Stored data

==================================================

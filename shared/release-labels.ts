/**
 * Release labels compared as versions, for waivers "until release …". A label is read as the text
 * before its first digit (its prefix: "v", "release-", or nothing) and then its numbers from left
 * to right: 2026.10 < 2026.11, v2 < v10, 1.9.0 < 1.10.0 < 1.10.0.1. Two labels compare only when
 * their prefixes are the same (ignoring case) and both have numbers; any other pair of labels is
 * equal only when the labels are the same text.
 */

interface VersionParts {
  prefix: string;
  numbers: number[];
}

function versionParts(label: string): VersionParts | undefined {
  const text = label.trim();
  const first = text.search(/\d/);
  if (first < 0) return undefined;
  const numbers = (text.slice(first).match(/\d+/g) ?? []).map(Number);
  return { prefix: text.slice(0, first).toLowerCase(), numbers };
}

/**
 * Whether loading a snapshot labelled `loaded` reaches the release `until`: it is that release
 * (the same text, ignoring surrounding spaces and case), or a later version of the same form.
 *
 * @example
 * releaseReached('2026.10', '2026.10') // true
 * releaseReached('2026.10', '2026.11') // true
 * releaseReached('v10', 'v9') // false
 * releaseReached('spring-timetable', 'summer-timetable') // false: no numbers, not the same label
 */
export function releaseReached(until: string, loaded: string): boolean {
  if (until.trim().toLowerCase() === loaded.trim().toLowerCase()) return true;
  const a = versionParts(until);
  const b = versionParts(loaded);
  if (!a || !b || a.prefix !== b.prefix) return false;
  for (let i = 0; i < Math.max(a.numbers.length, b.numbers.length); i++) {
    const x = a.numbers[i] ?? 0;
    const y = b.numbers[i] ?? 0;
    if (x !== y) return y > x;
  }
  return true;
}
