import { Collection } from '../server/bench/synthetic';
import { GrowingIndex, type GrowingIndexMatch } from '../server/matching/growing-index';
import { parseThreshold } from '../server/matching/threshold';
import { setHash } from '../server/clone-index/sets';
const T = parseThreshold('0.6');
const N = Number(process.argv[2] ?? 200000);
const c = new Collection(7);
const dict = new Map<string, number>();
let min = 0;
const index = new GrowingIndex(T);
const seen = new Set<string>();
function rank(batch: string[][]) {
  const df = new Map<string, number>();
  for (const s of batch) for (const x of s) if (!dict.has(x)) df.set(x, (df.get(x) ?? 0) + 1);
  const unknown = [...df.keys()].sort((a, b) => df.get(b)! - df.get(a)! || (a < b ? -1 : 1));
  for (const u of unknown) dict.set(u, --min);
  return batch.map((s) => Int32Array.from(s, (x) => dict.get(x)!).sort());
}
let t0 = performance.now();
for (let start = 0; start < N; start += 25000) {
  const batch: string[][] = [];
  for (let i = start; i < Math.min(N, start + 25000); i++) { const s = c.set(i); const h = setHash(s); if (!seen.has(h)) { seen.add(h); batch.push(s); } }
  const ranked = rank(batch);
  const first = index.append(ranked);
  const m: GrowingIndexMatch[] = [];
  ranked.forEach((x, k) => { m.length = 0; index.probe(x, T, first + k, m); });
}
console.log('built', N, 'sets', index.size, 'ids', index.totalIds, 'entries', index.totalEntries, 'segments', index.segmentCount, ((performance.now() - t0) / 1000).toFixed(1), 's', 'rss', (process.memoryUsage().rss / 2**20).toFixed(0));
const release = rank(Array.from({ length: 10000 }, (_, q) => c.releaseSet(q, N)));
for (let round = 0; round < 3; round++) {
  t0 = performance.now();
  const first = index.append(release);
  let cand = 0, pairs = 0;
  const m: GrowingIndexMatch[] = [];
  release.forEach((x, k) => { m.length = 0; cand += index.probe(x, T, first + k, m); pairs += m.length; });
  const ms = performance.now() - t0;
  index.truncate(first);
  console.log('probe 10k', ms.toFixed(0), 'ms', (10000 / ms * 1000).toFixed(0), 'sets/s', 'candidates', cand, 'pairs', pairs);
}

==================================================

What you are asked to do — Using the data above, print exactly the lines from the line that contains "loaded: string): boolean" through the line that contains "const y = b.numbers[i] ?? 0;", with both included.

Task output —
export function releaseReached(until: string, loaded: string): boolean {
  if (until.trim().toLowerCase() === loaded.trim().toLowerCase()) return true;
  const a = versionParts(until);
  const b = versionParts(loaded);
  if (!a || !b || a.prefix !== b.prefix) return false;
  for (let i = 0; i < Math.max(a.numbers.length, b.numbers.length); i++) {
    const x = a.numbers[i] ?? 0;
    const y = b.numbers[i] ?? 0;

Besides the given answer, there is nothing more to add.